▼▼▼

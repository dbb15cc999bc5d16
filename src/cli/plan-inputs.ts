/**
 * The plan a `lagparity plan` command works on: the plan file (if one is
 * given), with every field an option sets replaced by the option's value,
 * validated by the plan's own schema. An issue about a field an option set
 * (or, without a file, any field) names the option; one about a field from
 * the file names the file and the field.
 */
import { type Issue, type Result, error, fail, ok, show } from '../issues.js';
import { readJsonFile } from '../io/read-json.js';
import { withLines } from '../io/issue-lines.js';
import { type ValidPlan, safeParsePlan } from '../formats/plan.js';
import { PLAN_FORMAT } from '../formats/plan-types.js';
import { parseDecimal } from '../formats/plain-decimal.js';

/** The options both `plan` commands take: the plan's own fields. */
export interface PlanFieldOptions {
  label?: string;
  latency?: string;
  scale?: string;
  difficulty?: string;
  repetitions?: string;
  participants?: string;
  practice?: string;
  roundSeconds?: string;
  pauseSeconds?: string;
  attempts?: string;
  sessionLimit?: string;
  seed?: string;
}

/** The size study's fields as options (`plan size`). */
export interface SizeFieldOptions {
  playerSd?: string;
  hitRate?: string;
  changePer100ms?: string;
  scaleHitRate?: string;
  latencyXLogScale?: string;
  players?: string;
  tryRepetitions?: string;
  studies?: string;
  atLatency?: string;
  atDifficulty?: string;
  width?: string;
  widthStatistic?: string;
  power?: string;
  alpha?: string;
  terms?: string;
}

type Kind = 'text' | 'number' | 'numbers' | 'levels' | 'number-or-numbers' | 'range' | 'scale-rate' | 'names' | 'level';

interface FieldOption {
  readonly key: keyof PlanFieldOptions | keyof SizeFieldOptions;
  readonly option: string;
  readonly path: readonly string[];
  readonly kind: Kind;
}

/** Each option, the plan field it sets, and how its text reads. */
export const FIELD_OPTIONS: readonly FieldOption[] = [
  { key: 'label', option: '--label', path: ['label'], kind: 'text' },
  { key: 'latency', option: '--latency', path: ['latency_ms'], kind: 'numbers' },
  { key: 'scale', option: '--scale', path: ['scale'], kind: 'numbers' },
  { key: 'difficulty', option: '--difficulty', path: ['difficulty'], kind: 'levels' },
  { key: 'repetitions', option: '--repetitions', path: ['repetitions'], kind: 'number' },
  { key: 'participants', option: '--participants', path: ['participants'], kind: 'number' },
  { key: 'practice', option: '--practice', path: ['practice_rounds'], kind: 'number' },
  { key: 'roundSeconds', option: '--round-seconds', path: ['round_seconds'], kind: 'number' },
  { key: 'pauseSeconds', option: '--pause-seconds', path: ['pause_seconds'], kind: 'number' },
  { key: 'attempts', option: '--attempts', path: ['attempts_per_round'], kind: 'number' },
  { key: 'sessionLimit', option: '--session-limit', path: ['session_limit_minutes'], kind: 'number' },
  { key: 'seed', option: '--seed', path: ['seed'], kind: 'number' },
  { key: 'playerSd', option: '--player-sd', path: ['size_study', 'player_sd'], kind: 'number' },
  { key: 'hitRate', option: '--hit-rate', path: ['size_study', 'effects', 'hit_rate'], kind: 'number-or-numbers' },
  { key: 'changePer100ms', option: '--change-per-100ms', path: ['size_study', 'effects', 'change_per_100ms'], kind: 'number' },
  { key: 'scaleHitRate', option: '--scale-hit-rate', path: ['size_study', 'effects', 'scale_hit_rate'], kind: 'scale-rate' },
  { key: 'latencyXLogScale', option: '--latency-x-log-scale', path: ['size_study', 'effects', 'latency_x_log_scale'], kind: 'number' },
  { key: 'players', option: '--players', path: ['size_study', 'players'], kind: 'range' },
  { key: 'tryRepetitions', option: '--try-repetitions', path: ['size_study', 'try_repetitions'], kind: 'numbers' },
  { key: 'studies', option: '--studies', path: ['size_study', 'studies'], kind: 'number' },
  { key: 'atLatency', option: '--at-latency', path: ['size_study', 'at_latency_ms'], kind: 'number' },
  { key: 'atDifficulty', option: '--at-difficulty', path: ['size_study', 'at_difficulty'], kind: 'level' },
  { key: 'width', option: '--width', path: ['size_study', 'goal', 'interval_width'], kind: 'number' },
  { key: 'widthStatistic', option: '--width-statistic', path: ['size_study', 'goal', 'width_statistic'], kind: 'text' },
  { key: 'power', option: '--power', path: ['size_study', 'goal', 'latency_power'], kind: 'number' },
  { key: 'alpha', option: '--alpha', path: ['size_study', 'alpha'], kind: 'number' },
  { key: 'terms', option: '--terms', path: ['size_study', 'terms'], kind: 'names' },
];

const EXPECTED: Record<Kind, string> = {
  text: 'a text',
  number: 'a number',
  numbers: 'comma-separated numbers',
  levels: 'comma-separated numbers or names',
  'number-or-numbers': 'a number, or comma-separated numbers',
  range: 'FROM:TO:STEP, e.g. 8:48:8',
  'scale-rate': 'SCALE:HIT_RATE, e.g. 1.5:0.8',
  names: 'comma-separated names',
  level: 'a number or a name',
};

function numbers(parts: readonly string[]): number[] | undefined {
  const values = parts.map(parseDecimal);
  return values.every((value) => value !== undefined) ? (values as number[]) : undefined;
}

/** An option's text as the value the plan field holds, or undefined when it does not read as its kind. */
function readOption(kind: Kind, text: string): unknown {
  const parts = text.split(',').map((part) => part.trim()).filter((part) => part !== '');
  switch (kind) {
    case 'text':
      return text;
    case 'number':
      return parseDecimal(text);
    case 'numbers':
      return parts.length === 0 ? undefined : numbers(parts);
    case 'number-or-numbers': {
      const values = parts.length === 0 ? undefined : numbers(parts);
      return values?.length === 1 ? values[0] : values;
    }
    case 'levels':
      return parts.length === 0 ? undefined : (numbers(parts) ?? parts);
    case 'level':
      return parseDecimal(text) ?? (text.trim() === '' ? undefined : text.trim());
    case 'names':
      return parts.length === 0 ? undefined : parts;
    case 'range': {
      const values = numbers(text.split(':'));
      return values?.length === 3 ? { from: values[0], to: values[1], step: values[2] } : values?.length === 2 ? { from: values[0], to: values[1], step: 1 } : undefined;
    }
    case 'scale-rate': {
      const values = numbers(text.split(':'));
      return values?.length === 2 ? { scale: values[0], hit_rate: values[1] } : undefined;
    }
  }
}

function setAt(target: Record<string, unknown>, path: readonly string[], value: unknown): void {
  let node = target;
  path.slice(0, -1).forEach((key) => {
    const child = node[key];
    if (child === null || typeof child !== 'object' || Array.isArray(child)) node[key] = {};
    node = node[key] as Record<string, unknown>;
  });
  node[path[path.length - 1] as string] = value;
}

/** Locations of fields no single option sets, as the options that do, for a plan given by options alone. */
const GROUP_OPTIONS: Readonly<Record<string, string>> = {
  size_study: '--at-latency',
  'size_study.goal': '--width or --power',
  'size_study.effects': '--hit-rate, --change-per-100ms, --scale-hit-rate',
};

/** The issue's field path, from a location with no file part (`latency_ms[2]`, `size_study.goal`). */
function fieldOf(location: string): string[] {
  return location.split(/[.[\]]/).filter((part) => part !== '' && !/^\d+$/.test(part));
}

export interface LoadedPlan {
  readonly plan: ValidPlan;
  /** The plan file's name for messages (`plan.json`), or undefined when options alone gave the plan. */
  readonly file: string | undefined;
  /** Where a field is, for issues: `plan.json:field`, or, for a field an option set (or any without a file), the option. */
  readonly where: (field: string) => string;
}

/** The option that sets a field (`latency_ms[2]` -> `--latency`), or the options of a group (`size_study.goal`). */
function optionFor(location: string, set: ReadonlySet<string> | null): string | undefined {
  const path = fieldOf(location);
  const option = [...FIELD_OPTIONS]
    .filter((field) => field.path.every((part, index) => path[index] === part))
    .sort((a, b) => b.path.length - a.path.length)
    .find((field) => set === null || set.has(field.path.join('.')));
  if (option !== undefined) return option.option;
  return set === null ? GROUP_OPTIONS[path.join('.')] : undefined;
}

/**
 * Read the plan file (if `path` is given), apply the options, and validate.
 * Issues name the option for a field an option set, else `file:field`.
 */
export async function loadPlan(path: string | undefined, options: PlanFieldOptions & SizeFieldOptions): Promise<Result<LoadedPlan>> {
  let document: Record<string, unknown> = { format: PLAN_FORMAT };
  let file: string | undefined;
  let text = '';
  if (path !== undefined) {
    const read = await readJsonFile(path);
    if (!read.ok) return read;
    if (read.value === null || typeof read.value !== 'object' || Array.isArray(read.value)) {
      return fail([error('wrong_type', read.file, `a plan requires a JSON object (${PLAN_FORMAT}), got ${show(read.value)}`)]);
    }
    document = structuredClone(read.value as Record<string, unknown>);
    file = read.file;
    text = read.text ?? '';
  }
  const issues: Issue[] = [];
  const set = new Set<string>();
  for (const field of FIELD_OPTIONS) {
    const text = (options as Record<string, string | undefined>)[field.key];
    if (text === undefined) continue;
    const value = readOption(field.kind, text);
    if (value === undefined) {
      issues.push(error('invalid_option', field.option, `\`${field.option}\` requires ${EXPECTED[field.kind]}, got ${show(text)}`));
      continue;
    }
    setAt(document, field.path, value);
    set.add(field.path.join('.'));
  }
  if (issues.length > 0) return fail(issues);
  const where = (field: string) => optionFor(field, file === undefined ? null : set) ?? (file === undefined ? field : field === '(root)' ? file : `${file}:${field}`);
  const parsed = safeParsePlan(document);
  // Issues at a field of the file get its line, as every JSON input's do (io/issue-lines.ts).
  const placed = (list: readonly Issue[]) => {
    const located = list.map((issue) => ({ ...issue, location: where(issue.location) }));
    return file === undefined ? located : withLines(located, text, file);
  };
  if (!parsed.ok) return fail(placed(parsed.issues));
  return ok({ plan: parsed.value, file, where }, placed(parsed.warnings));
}
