# field-reference.R -- reference numbers for the field check (issue 22), from R's
# general-purpose glm and the sandwich package. Not run by the tests: its output is
# copied into test/fixtures/field/ (see the README there).
#
#   apt-get install -y r-base-core r-cran-sandwich     # R 4.2.2, sandwich 3.0-2 (Debian bookworm)
#   Rscript tools/crosscheck/field-reference.R test/fixtures/field
#
# It writes:
#   live-rounds.csv    invented live telemetry (per round), seeded below
#   live-attempts.csv  the same rounds expanded to one row per attempt (hits first)
#   field-model.json   the model the "matchmaker" used (fixed coefficients)
#   field_r.csv        dataset,model,quantity,term,value (long format)
#
# Every number is the shortest decimal (15-17 significant digits) that reads back as
# the same IEEE double.

suppressPackageStartupMessages({
  library(stats)
  library(sandwich)
})

args <- commandArgs(trailingOnly = TRUE)
out <- if (length(args) >= 1) args[[1]] else "."

f17 <- function(x) {
  vapply(x, function(v) {
    if (is.na(v)) return("NA")
    for (d in 15:17) {
      s <- sprintf("%.*g", d, v)
      if (as.numeric(s) == v) return(s)
    }
    sprintf("%.17g", v)
  }, "")
}
res_rows <- list()
add <- function(dataset, model, quantity, term, value) {
  res_rows[[length(res_rows) + 1]] <<- data.frame(
    dataset = dataset, model = model, quantity = quantity,
    term = term, value = f17(value), stringsAsFactors = FALSE)
}
tight <- glm.control(epsilon = 1e-14, maxit = 100)

## ---------------------------------------------------------------------------
## Invented live telemetry: 48 players, 8-12 rounds of 20 attempts each.
## ---------------------------------------------------------------------------
set.seed(20260522)
G <- 48L
home <- round(runif(G, 10, 190), 1)
skill <- rnorm(G, 0, 0.25)
rows <- list()
for (g in seq_len(G)) {
  rounds <- 8L + ((g - 1L) %% 5L)
  for (r in seq_len(rounds)) {
    latency <- round(home[g] + rexp(1, 1 / 4), 1)
    difficulty <- if (runif(1) < 0.6) "standard" else "veteran"
    scale <- round(min(1.5, max(1, 1 + 0.0035 * (latency - 25))), 3)
    rows[[length(rows) + 1]] <- data.frame(player = sprintf("p%02d", g), latency_ms = latency,
                                           scale = scale, difficulty = difficulty, attempts = 20L,
                                           stringsAsFactors = FALSE)
  }
}
live <- do.call(rbind, rows)
beta0 <- c(intercept = 0.9, latency = -0.008, log_scale = 1.6, veteran = -0.5, latency_x_log_scale = 0.004)
X <- cbind(1, live$latency_ms, log(live$scale), as.numeric(live$difficulty == "veteran"),
           live$latency_ms * log(live$scale))
colnames(X) <- names(beta0)
eta0 <- drop(X %*% beta0)
## Truth: the model, 25% steeper in latency, plus each player's skill.
truth <- eta0 - 0.25 * 0.008 * live$latency_ms + skill[as.integer(substring(live$player, 2))]
live$hits <- rbinom(nrow(live), live$attempts, plogis(truth))
live <- live[, c("player", "latency_ms", "scale", "difficulty", "hits", "attempts")]

write_data <- function(df, file) {
  o <- df
  for (nm in c("latency_ms", "scale")) o[[nm]] <- f17(o[[nm]])
  write.csv(o, file.path(out, file), row.names = FALSE, quote = FALSE)
}
write_data(live, "live-rounds.csv")
expanded <- live[rep(seq_len(nrow(live)), live$attempts), c("player", "latency_ms", "scale", "difficulty")]
expanded$hit <- unlist(lapply(seq_len(nrow(live)), function(i) c(rep(1L, live$hits[i]), rep(0L, live$attempts[i] - live$hits[i]))))
write_data(expanded, "live-attempts.csv")

cat(sprintf('{
  "format": "lagparity/model@1",
  "label": "field-check reference model (tools/crosscheck/field-reference.R)",
  "family": "binomial",
  "link": "logit",
  "terms": ["intercept", "latency", "log_scale", "difficulty", "latency_x_log_scale"],
  "difficulty": { "kind": "levels", "levels": ["standard", "veteran"], "reference": "standard" },
  "coefficients": {
    "names": ["intercept", "latency", "log_scale", "difficulty[veteran]", "latency_x_log_scale"],
    "estimates": [0.9, -0.008, 1.6, -0.5, 0.004],
    "covariance": [[0.0016, 0, 0, 0, 0], [0, 4e-8, 0, 0, 0], [0, 0, 0.005, 0, 0], [0, 0, 0, 0.0004, 0], [0, 0, 0, 0, 1e-7]],
    "covariance_kind": "model"
  },
  "training": {
    "latency_ms": { "min": 5, "max": 250 },
    "scale": { "min": 1, "max": 2 },
    "difficulty": ["standard", "veteran"],
    "rows": 1000, "attempts": 20000, "players": 40
  },
  "provenance": { "file": "reference-playtest.csv", "rows": 1000, "sha256": "%s" }
}
', strrep("0", 64)), file = file.path(out, "field-model.json"))

## ---------------------------------------------------------------------------
## Fits (grouped rows: n = rounds)
## ---------------------------------------------------------------------------
y <- cbind(live$hits, live$attempts - live$hits)
cluster <- live$player
band_cuts <- c(40, 80, 120, 160, 200)
live$band <- factor(findInterval(live$latency_ms, band_cuts))

## R's vcov(glm) uses the weights of the iteration before the last, and its deviance criterion can
## stop a few 1e-5 standard errors from the MLE on thousands of 0/1 rows (relative errors of about
## 1e-8 in the errors). A second glm call started at the estimate takes every figure at the MLE.
at_mle <- function(fit) update(fit, start = coef(fit))

report_fit <- function(dataset, model, fit, cl) {
  fit <- at_mle(fit)
  V <- vcov(fit)
  VC <- sandwich::vcovCL(fit, cluster = cl, type = "HC1", cadjust = TRUE)
  for (t in names(coef(fit))) {
    add(dataset, model, "estimate", t, coef(fit)[[t]])
    add(dataset, model, "se_model", t, sqrt(V[t, t]))
    add(dataset, model, "se_CR1", t, sqrt(VC[t, t]))
  }
  for (a in rownames(VC)) for (b in colnames(VC)) add(dataset, model, "vcov_CR1", paste0(a, ":", b), VC[a, b])
  add(dataset, model, "deviance", "", deviance(fit))
  add(dataset, model, "null_deviance", "", fit$null.deviance)
  add(dataset, model, "loglik", "", as.numeric(logLik(fit)))
  invisible(VC)
}

## Calibration-in-the-large (Cox 1958): intercept with the model's logit as offset.
citl <- glm(y ~ 1, family = binomial, offset = eta0, control = tight)
report_fit("rounds", "citl", citl, cluster)
## Calibration slope (Cox 1958): logit of observed on the model's logit.
slope <- glm(y ~ eta0, family = binomial, control = tight)
report_fit("rounds", "slope", slope, cluster)
## Residual latency effect: offset, intercept and latency.
linear <- glm(y ~ latency_ms, family = binomial, offset = eta0, data = live, control = tight)
report_fit("rounds", "linear", linear, cluster)
## Bands: offset and one indicator per band with rows.
bands <- at_mle(glm(y ~ 0 + band, family = binomial, offset = eta0, data = live, control = tight))
VB <- report_fit("rounds", "bands", bands, cluster)
## Observed rate per band; each band's rate at the file's difficulty mix (marginal standardisation:
## every row predicted at each difficulty, shifted by the band's gamma, weighted by the file's share of
## attempts at that difficulty) and the gaps of each band to the lowest one, by the delta method on the
## CR1 covariance (by hand in R).
gamma <- coef(bands)
levels_present <- levels(live$band)
eta_at <- function(veteran) drop(cbind(1, live$latency_ms, log(live$scale), veteran, live$latency_ms * log(live$scale)) %*% beta0)
mix <- list(standard = eta_at(0), veteran = eta_at(1))
share <- c(standard = sum(live$attempts[live$difficulty == "standard"]), veteran = sum(live$attempts[live$difficulty == "veteran"])) / sum(live$attempts)
mu <- fitted(bands)
rate <- std_rate <- std_slope <- numeric(length(levels_present))
for (k in seq_along(levels_present)) {
  i <- live$band == levels_present[k]
  n_b <- sum(live$attempts[i])
  rate[k] <- sum(live$hits[i]) / n_b
  for (d in names(mix)) {
    m <- plogis(mix[[d]][i] + gamma[[k]])
    std_rate[k] <- std_rate[k] + share[[d]] * sum(live$attempts[i] * m) / n_b
    std_slope[k] <- std_slope[k] + share[[d]] * sum(live$attempts[i] * m * (1 - m)) / n_b
  }
  add("rounds", "bands", "observed", levels_present[k], rate[k])
  add("rounds", "bands", "fitted_rate", levels_present[k], sum(live$attempts[i] * mu[i]) / n_b)
  add("rounds", "bands", "rate_at_mix", levels_present[k], std_rate[k])
}
for (k in seq_along(levels_present)[-1]) {
  grad <- rep(0, length(levels_present)); grad[k] <- std_slope[k]; grad[1] <- -std_slope[1]
  add("rounds", "bands", "gap_at_mix", levels_present[k], std_rate[k] - std_rate[1])
  add("rounds", "bands", "gap_at_mix_se_CR1", levels_present[k], sqrt(drop(t(grad) %*% VB %*% grad)))
}
## The residual latency trend: generalised least squares of the coefficients of the bands with at
## least 10 players on the bands' attempt-weighted mean latency, with their CR1 covariance (by hand).
mean_latency <- sapply(levels_present, function(b) { i <- live$band == b; sum(live$attempts[i] * live$latency_ms[i]) / sum(live$attempts[i]) })
band_players <- sapply(levels_present, function(b) length(unique(live$player[live$band == b])))
use <- band_players >= 10
Xt <- cbind(1, mean_latency[use])
Vu <- VB[use, use]
A <- t(Xt) %*% solve(Vu) %*% Xt
trend <- solve(A, t(Xt) %*% solve(Vu) %*% gamma[use])
add("rounds", "bands", "trend_per_100ms", "", 100 * trend[2])
add("rounds", "bands", "trend_se_per_100ms", "", 100 * sqrt(solve(A)[2, 2]))

## Refit of the model's terms and the likelihood-ratio test against beta0.
refit <- at_mle(glm(y ~ latency_ms + log(scale) + difficulty + latency_ms:log(scale), family = binomial, data = live, control = tight))
report_fit("rounds", "refit", refit, cluster)
at_beta0 <- glm(y ~ 0, family = binomial, offset = eta0, control = tight)
lr <- deviance(at_beta0) - deviance(refit)
add("rounds", "refit", "deviance_at_model", "", deviance(at_beta0))
add("rounds", "refit", "lr_statistic", "", lr)
add("rounds", "refit", "lr_df", "", length(coef(refit)))
add("rounds", "refit", "lr_p", "", pchisq(lr, length(coef(refit)), lower.tail = FALSE))
## Rao & Scott (1984) adjustment for clustering, by hand: eigenvalues of I V_CR1.
VR <- sandwich::vcovCL(refit, cluster = cluster, type = "HC1", cadjust = TRUE)
delta <- Re(eigen(solve(vcov(refit)) %*% VR, only.values = TRUE)$values)
k <- length(delta)
mean_delta <- mean(delta)
a2 <- sum((delta - mean_delta)^2) / (k * mean_delta^2)
add("rounds", "refit", "rao_scott_mean_eigenvalue", "", mean_delta)
add("rounds", "refit", "rao_scott_a2", "", a2)
add("rounds", "refit", "rao_scott_statistic", "", lr / (mean_delta * (1 + a2)))
add("rounds", "refit", "rao_scott_df", "", k / (1 + a2))
add("rounds", "refit", "rao_scott_p", "", pchisq(lr / (mean_delta * (1 + a2)), k / (1 + a2), lower.tail = FALSE))

## A probit fit with an offset (the IRLS path for links other than logit).
probit_offset <- glm(y ~ latency_ms, family = binomial(link = "probit"), offset = qnorm(plogis(eta0)), data = live, control = tight)
report_fit("rounds", "probit_offset", probit_offset, cluster)
add("rounds", "probit_offset", "offset_first", "", qnorm(plogis(eta0))[1])

## ---------------------------------------------------------------------------
## The same rounds as 0/1 attempts (n = attempts in the CR1 factor)
## ---------------------------------------------------------------------------
ex <- expanded
ex_eta0 <- rep(eta0, live$attempts)
citl_a <- glm(hit ~ 1, family = binomial, offset = ex_eta0, data = ex, control = tight)
report_fit("attempts", "citl", citl_a, ex$player)
ex$eta0 <- ex_eta0
slope_a <- glm(hit ~ eta0, family = binomial, data = ex, control = tight)
report_fit("attempts", "slope", slope_a, ex$player)

res <- do.call(rbind, res_rows)
write.csv(res, file.path(out, "field_r.csv"), row.names = FALSE, quote = FALSE)
cat(sprintf("wrote %d rounds, %d attempts, %d results to %s\n", nrow(live), nrow(ex), nrow(res), out))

▲▲▲

What is being asked: Copy back the listing above exactly, but only from the line with "const value = readOption(field.kind, text);" through the line with "const parsed = safeParsePlan(document);", both ends included.

Answer to the problem:
    const value = readOption(field.kind, text);
    if (value === undefined) {
      issues.push(error('invalid_option', field.option, `\`${field.option}\` requires ${EXPECTED[field.kind]}, got ${show(text)}`));
      continue;
    }
    setAt(document, field.path, value);
    set.add(field.path.join('.'));
  }
  if (issues.length > 0) return fail(issues);
  const where = (field: string) => optionFor(field, file === undefined ? null : set) ?? (file === undefined ? field : field === '(root)' ? file : `${file}:${field}`);
  const parsed = safeParsePlan(document);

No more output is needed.